Iowa changed its motto or whatever to "Freedom to Flourish" and that slogan really should belong to the Dems.
"In reading the rest of this roundup from Discourse’s other writers, I was struck by how conservative the publication has become—but also how much self-delusion is required for the more old-fashioned, pro-free-market type of conservative to find a bright side in Trump’s return to office."
I have no illusions about Trump - but even you admit that he is a mixed bag "... the good things he may want to do (for example, the deregulation or the budget-cutting)..." despite it being fair and right to have concerns about what he will do in office this time around. But self-delusion is NOT required to be absolutely elated that a majority of voters have rejected the Democratic party even with Trump as the candidate. I remain amazed that even if (though) you wish to concentrate on Trump's flaws and problems, you don't seem at all willing or capable of acknowledging that the Democrat candidates (Hilary / Joe / Kamala) who you consider "ran very traditional Democratic Party campaigns: largely center-left in policy substance, cautiously and quietly “progressive” on culture war issues" represent an active philosophy and movement that is viciously and violently across the board anti-reason, anti-tolerance, anti-individual, pro-collectivist, pro-cultural relativism, wedded to racism and victimhood and quite simply, anti-American (and that goes back to Obama, too). Ideally, there would have been a much better Republican candidate than Trump. And even though I didn't vote for Trump, I am in no way shape or form upset that Kamala did not win - rejecting the D agenda was too important.

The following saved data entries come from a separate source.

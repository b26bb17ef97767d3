/**
 * Marks drawn on a photo (server/services/photoMarks.ts).
 * GET /photos/:photoId/marks   whoever may see the photo (a member of its job who sees its finding, fix or
 *                              test record; 404 otherwise) → PhotoMarks; ETag "v<version>" (v0 before any)
 * PUT /photos/:photoId/marks   whoever may add photos there (a finding's: GC manager, inspector, while open;
 *                              a fix's: the responsible subcontractor or a GC manager while it waits for
 *                              review); { marks } (an empty list clears them), If-Match (428/412) → PhotoMarks
 * The photo's own addresses (routes/findings.ts) then serve the flattened copy; `?original=1` the photo as taken.
 */
import { Router, type Request } from 'express';
import type { z } from 'zod';
import { photoMarksParamsSchema, putPhotoMarksSchema } from '../../shared/schemas/photoMarks';
import { notFound } from '../errors';
import { valid, validate } from '../middleware/validate';
import { policy } from '../policies';
import { pendingUploads } from '../services/pendingUploads';
import { checkMayMark, photoAccessFor, readPhotoMarks, savePhotoMarks, type PhotoAccess } from '../services/photoMarks';
import { sequelizeOf } from '../services/records';
import { setEtag } from '../services/versioning';
import type { ObjectStore } from '../storage/types';

type Params = z.infer<typeof photoMarksParamsSchema>;
type Body = z.infer<typeof putPhotoMarksSchema>;

async function accessOf(req: Request): Promise<PhotoAccess> {
  const { photoId } = valid<Params>(req.valid.params);
  const access = await photoAccessFor(sequelizeOf(req), req.user!.id, photoId);
  if (!access) throw notFound('Photo not found.');
  return access;
}

export function photoMarksRouter(deps: { store: ObjectStore; log: (message: string, err?: unknown) => void }): Router {
  const router = Router();

  router.get('/photos/:photoId/marks', policy.signedIn(), validate({ params: photoMarksParamsSchema }), async (req, res) => {
    const access = await accessOf(req);
    const marks = await readPhotoMarks(sequelizeOf(req), access.photoId);
    setEtag(res, marks.version);
    res.json(marks);
  });

  // The photo and the caller's rights are settled before the body is looked at (404 before 400).
  router.put(
    '/photos/:photoId/marks',
    policy.signedIn(),
    validate({ params: photoMarksParamsSchema }),
    async (req, res, next) => {
      const access = await accessOf(req);
      await checkMayMark(sequelizeOf(req), access);
      res.locals.access = access;
      next();
    },
    validate({ body: putPhotoMarksSchema }),
    async (req, res) => {
      const { marks } = valid<Body>(req.valid.body);
      const sequelize = sequelizeOf(req);
      const saved = await savePhotoMarks(
        { sequelize, store: deps.store, pending: pendingUploads(sequelize), log: deps.log },
        res.locals.access as PhotoAccess,
        req.user!.id,
        req.get('if-match'),
        marks,
      );
      setEtag(res, saved.version);
      res.json(saved);
    },
  );

  return router;
}
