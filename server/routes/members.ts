/**
 * Members of a job (invitations live in their own routes).
 * GET    /jobs/:jobId/members?role=&companyId=   all roles; e-mail addresses only for GC managers
 * PATCH  /jobs/:jobId/members/:memberId          GC manager; { role }
 * DELETE /jobs/:jobId/members/:memberId          GC manager; access ends at once (membership is read per request)
 * A job always keeps at least one GC manager (409). Reads and writes: server/services/members.ts.
 */
import { Router } from 'express';
import type { z } from 'zod';
import { memberListQuerySchema, memberParamsSchema, updateMemberSchema } from '../../shared/schemas/setup';
import { valid, validate } from '../middleware/validate';
import { policy } from '../policies';
import { presentMember } from '../presenters/member';
import { changeMemberRole, listMembers, removeMember } from '../services/members';
import { pageRequest } from '../services/paging';
import { inTransaction, setupWrite } from '../services/records';

export function membersRouter(): Router {
  const router = Router();

  router.get('/jobs/:jobId/members', policy.jobMember(), validate({ query: memberListQuerySchema }), async (req, res) => {
    const query = valid<z.infer<typeof memberListQuerySchema>>(req.valid.query);
    const page = pageRequest(req, { sort: 'name', value: 'text' });
    const { job, role } = req.membership!;
    res.json(await listMembers(job.id, query, page, role === 'gc_manager'));
  });

  router.patch(
    '/jobs/:jobId/members/:memberId',
    policy.jobMember(['gc_manager']),
    validate({ params: memberParamsSchema, body: updateMemberSchema }),
    async (req, res) => {
      const { memberId } = valid<z.infer<typeof memberParamsSchema>>(req.valid.params);
      const body = valid<z.infer<typeof updateMemberSchema>>(req.valid.body);
      const member = await inTransaction(req, (transaction) => changeMemberRole(setupWrite(req, transaction), memberId, body));
      res.json(presentMember(member, member.user!, true));
    },
  );

  router.delete('/jobs/:jobId/members/:memberId', policy.jobMember(['gc_manager']), validate({ params: memberParamsSchema }), async (req, res) => {
    const { memberId } = valid<z.infer<typeof memberParamsSchema>>(req.valid.params);
    await inTransaction(req, (transaction) => removeMember(setupWrite(req, transaction), memberId));
    res.status(204).end();
  });

  return router;
}
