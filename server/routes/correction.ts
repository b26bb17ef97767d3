/**
 * The correction loop (issue 5). Paths under /api/jobs/:jobId/findings/:findingId unless said.
 * POST  /fixes              subcontractor (their company's finding), GC manager; multipart: `data` {note} + 1–10
 *                           `photos`; Idempotency-Key → 201 FixDetail (finding ETag)
 * POST  /reinspections      inspector, GC manager; {verdict, reason}; If-Match; Idempotency-Key → 200 FindingDetail
 * PATCH (the finding)       one change (reassign | severity | dueOn | void | reopen | close | pin); If-Match → 200 FindingDetail
 * GET   /events             everyone who sees the finding → { items: FindingEventDto[] }
 * GET   /comments           everyone who sees the finding → { items } (events of kind 'comment')
 * POST  /comments           everyone who sees the finding; Idempotency-Key → 201 FindingEventDto
 * POST  /api/jobs/:jobId/findings/bulk          GC manager, inspector; all or nothing → 200 { items }
 * GET   /api/jobs/:jobId/reinspections/queue    GC manager, inspector → ReinspectionQueueResponse
 * GET   /api/inbox                               subcontractors (403 for a user who is no job's subcontractor)
 *
 * Who may do what and from which status is decided ONLY in server/services/findingStatus.ts.
 * Every change locks the finding (SELECT ... FOR UPDATE), checks If-Match where required,
 * writes its event in the same transaction, and raises the version (comments do not: they
 * are not a change of the finding).
 */
import type { NextFunction, Request, Response } from 'express';
import { Router } from 'express';
import { QueryTypes, type Transaction, type WhereOptions } from 'sequelize';
import {
  bulkChangeSchema,
  commentSchema,
  findingChangeSchema,
  findingParamsSchema,
  inboxQuerySchema,
  reinspectionSchema,
  submitFixSchema,
  type BulkChangeParsed,
  type FindingAction,
  type FindingChangeParsed,
  type FindingEventDto,
  type FindingEventKind,
  type InboxQueryParsed,
  type SubmitFixInput,
} from '../../shared/schemas/findings';
import { jobParamsSchema } from '../../shared/schemas/setup';
import type { FindingStatus } from '../../shared/words';
import { badRequest, forbidden, HttpError, notFound } from '../errors';
import { createUploadGuard, photosWithJsonData, uploadedFiles, type UploadGuard } from '../middleware/upload';
import { valid, validate, zodFieldErrors } from '../middleware/validate';
import { Finding, Fix, Photo } from '../models';
import { policy } from '../policies';
import { inbox, fixDto, reinspectionQueue } from '../services/correction';
import { findingDetail, findingsByIds } from '../services/findingQueries';
import { companyOnJob, recordFindingEvent } from '../services/findings';
import { assertAllowed, decide, refusalError } from '../services/findingStatus';
import { notifyCriticalAssignment } from '../digests/events';
import { idempotentWrite } from '../services/idempotency';
import { pendingUploads } from '../services/pendingUploads';
import { discardStoredPhotos, keysOf, photoRowValues, processPhotos, withStoredPhotos, type ProcessedPhoto } from '../services/photos';
import { sequelizeOf } from '../services/records';
import { checkIfMatch, etagOf, setEtag } from '../services/versioning';
import type { ObjectStore } from '../storage/types';

const REINSPECT_ROLES = ['gc_manager', 'inspector'] as const;
/** Who may place a finding's pin on the level's plan. */
const PIN_ROLES: readonly string[] = ['gc_manager', 'inspector'];

export interface CorrectionRouterOptions {
  store: ObjectStore;
  /** Per-user upload limits and temporary files, shared by every upload route of the app. */
  uploads?: UploadGuard;
  log?: (message: string, err?: unknown) => void;
}

/** The finding in the caller's scope, locked for the rest of the transaction; 404 when it is not theirs to see. */
async function lockFinding(req: Request, findingId: string, transaction: Transaction): Promise<Finding> {
  const scope = req.scope!;
  const where: WhereOptions<Finding> = { id: findingId, jobId: scope.jobId };
  if (scope.companyId) Object.assign(where, { companyId: scope.companyId });
  const finding = await Finding.findOne({ where, transaction, lock: transaction.LOCK.UPDATE });
  if (!finding) throw notFound('Finding not found.');
  return finding;
}

/** 428 without If-Match; 412 with the current finding when it is stale. */
async function requireIfMatch(req: Request, finding: Finding, transaction: Transaction): Promise<void> {
  const header = req.get('if-match');
  const fresh = !header || header.split(',').some((t) => ['*', etagOf(finding.version)].includes(t.trim()));
  const current = fresh ? undefined : await findingDetail(sequelizeOf(req), req.scope!, finding.id, transaction);
  checkIfMatch(req, finding.version, current);
}

/** Role first (403, nothing read further), then If-Match (428 / 412), then status (409). Returns the status after. */
async function authorise(req: Request, finding: Finding, action: FindingAction, transaction: Transaction, ifMatch: boolean): Promise<FindingStatus> {
  const { role } = req.membership!;
  const d = decide(finding.status, action, role, finding.loggedBy === req.user!.id);
  if (!d.allowed && d.code === 403) throw refusalError(d);
  if (ifMatch) await requireIfMatch(req, finding, transaction);
  if (!d.allowed) throw refusalError(d);
  return d.to;
}

async function answerWithFinding(req: Request, res: Response, finding: Finding, transaction: Transaction, status = 200) {
  const detail = await findingDetail(sequelizeOf(req), req.scope!, finding.id, transaction);
  setEtag(res, finding.version);
  return { status, body: detail };
}

function eventDto(e: { id: string; kind: FindingEventKind; at: Date; from: Record<string, unknown> | null; to: Record<string, unknown> | null; reason: string | null; photoIds: string[] }, actor: { id: string; name: string }): FindingEventDto {
  return { id: e.id, kind: e.kind, actor, at: e.at.toISOString(), from: e.from, to: e.to, reason: e.reason, photoIds: e.photoIds };
}

/** multipart `data` (JSON) + `photos`; the parsed JSON becomes req.body. JSON bodies are refused: a fix needs photos. */
const fixUpload = (tempRoot: string) =>
  photosWithJsonData(
    'fix',
    () => badRequest('photos: A fix needs at least one photo; send multipart/form-data with "data" and "photos".', { photos: 'Add at least one photo of the fix.' }),
    { tempRoot },
  );

/**
 * Before the body is read: the finding must be one the caller sees (404) and may submit a fix
 * for now (403/409). The transaction checks both again under its lock. A retry under a key this
 * user already holds an answer for goes on to be replayed (or refused with 422) as before: its
 * finding has moved on since the first answer.
 */
async function fixTarget(req: Request, _res: Response, next: NextFunction) {
  if (await alreadyAnswered(req)) return next();
  const { findingId } = valid<{ findingId: string }>(req.valid.params);
  const { job, role } = req.membership!;
  const scope = req.scope!;
  const visible = await Finding.findOne({
    where: { id: findingId, jobId: job.id, ...(scope.companyId ? { companyId: scope.companyId } : {}) },
    attributes: ['id', 'status', 'loggedBy'],
  });
  if (!visible) return next(notFound('Finding not found.'));
  assertAllowed(visible.status, 'submit_fix', role, visible.loggedBy === req.user!.id);
  next();
}

function validateFixBody(req: Request, _res: Response, next: NextFunction) {
  const result = submitFixSchema.safeParse(req.body ?? {});
  req.valid ??= {};
  if (!result.success) {
    const fields = zodFieldErrors(result.error);
    const first = Object.entries(fields)[0]!;
    return next(badRequest(`${first[0]}: ${first[1]}`, fields));
  }
  if (uploadedFiles(req).length === 0) return next(badRequest('photos: Add at least one photo of the fix.', { photos: 'Add at least one photo of the fix.' }));
  req.valid.body = result.data;
  next();
}

async function alreadyAnswered(req: Request): Promise<boolean> {
  const key = req.get('idempotency-key');
  if (!key || !req.user) return false;
  const rows = await sequelizeOf(req).query<{ n: number }>(
    `SELECT 1 AS n FROM idempotency_keys WHERE user_id = $1 AND key = $2 AND response_status <> 0`,
    { bind: [req.user.id, key], type: QueryTypes.SELECT },
  );
  return rows.length > 0;
}
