/**
 * The GC's view of a job. Definitions of every number: docs/api-board.md.
 * GET /jobs/:jobId/board         every role (subcontractor: their company's findings only)
 * GET /jobs/:jobId/board/systems every role: each system's levels, refrigerant verdict and records start-up waits for
 * GET /jobs/:jobId/readiness     every role (subcontractor: blockers from their company only); ?levelId&systemId
 * GET /jobs/:jobId/scorecards    GC manager, inspector
 * GET /jobs/:jobId/recurring     every role (subcontractor: their company's findings only)
 * GET /jobs/:jobId/trend         every role (subcontractor: their company's findings only); ?levelId&days
 */
import { Router, type Request, type Response } from 'express';
import { readinessQuerySchema, trendQuerySchema, type ReadinessQuery, type TrendQuery } from '../../shared/schemas/board';
import { jobParamsSchema } from '../../shared/schemas/setup';
import { notFound } from '../errors';
import { valid, validate } from '../middleware/validate';
import { policy } from '../policies';
import { loadBoard, loadFloorSystems, loadReadiness, loadRecurring, loadScorecards, loadTrend } from '../services/board';
import { sequelizeOf } from '../services/records';
import { writeJson } from '../services/statCache';

const SCORECARD_ROLES = ['gc_manager', 'inspector'] as const;

/**
 * res.json for figures that may come from the exact cache: their JSON and entity tag are written
 * once per cached value (statCache.ts writeJson), not on every request; the answer is the same
 * bytes, type and ETag (Express's own etag function, so If-None-Match still gives 304).
 */
function sendJson(req: Request, res: Response, value: unknown): void {
  const etagFn = req.app.get('etag fn') as ((body: Buffer, encoding?: string) => string) | undefined;
  const { body, etag } = writeJson(value, etagFn ? (b) => etagFn(b) : undefined);
  res.type('json');
  if (etag && !res.get('ETag')) res.set('ETag', etag);
  res.send(body);
}

export function boardRouter(): Router {
  const router = Router();

  router.get('/jobs/:jobId/board', policy.jobMember(), validate({ params: jobParamsSchema }), async (req, res) => {
    res.json(await loadBoard(sequelizeOf(req), req.scope!));
  });

  router.get('/jobs/:jobId/board/systems', policy.jobMember(), validate({ params: jobParamsSchema }), async (req, res) => {
    res.json(await loadFloorSystems(sequelizeOf(req), req.scope!));
  });

  router.get('/jobs/:jobId/readiness', policy.jobMember(), validate({ params: jobParamsSchema, query: readinessQuerySchema }), async (req, res) => {
    const query = valid<ReadinessQuery>(req.valid.query);
    const body = await loadReadiness(sequelizeOf(req), req.scope!, query);
    if (!body) throw notFound('Level or system not found on this job.');
    sendJson(req, res, body);
  });

  router.get('/jobs/:jobId/scorecards', policy.jobMember(SCORECARD_ROLES), validate({ params: jobParamsSchema }), async (req, res) => {
    res.json(await loadScorecards(sequelizeOf(req), req.scope!));
  });

  router.get('/jobs/:jobId/recurring', policy.jobMember(), validate({ params: jobParamsSchema }), async (req, res) => {
    sendJson(req, res, await loadRecurring(sequelizeOf(req), req.scope!));
  });

  router.get('/jobs/:jobId/trend', policy.jobMember(), validate({ params: jobParamsSchema, query: trendQuerySchema }), async (req, res) => {
    const query = valid<TrendQuery>(req.valid.query);
    const body = await loadTrend(sequelizeOf(req), req.scope!, query);
    if (!body) throw notFound('Level not found.');
    res.json(body);
  });

  return router;
}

As for Musk, regardless of the fact that he has flip-flopped and certainly has dubious motives and methods as demonstrated in the past, I am amazed that you, who are such a believer in the future and innovation and the genius of humans to problem solve would choose dreaming big as your line of preferred attack on him:
"If you’ve followed Musk for long before this, you know that he has a tendency to make broad and highly confident predictions—about full self-driving, about landing people on Mars, about Hyperloop—that never come to fruition." and then poo-poo an amazing accomplishment "It’s partly because his companies do deliver on some things, such as reusable rockets." (Do you think that "yet" cannot be a word that could possibly be added after "fruition"? Or is your dislike of Musk so strong that "yet" can't be tolerated?)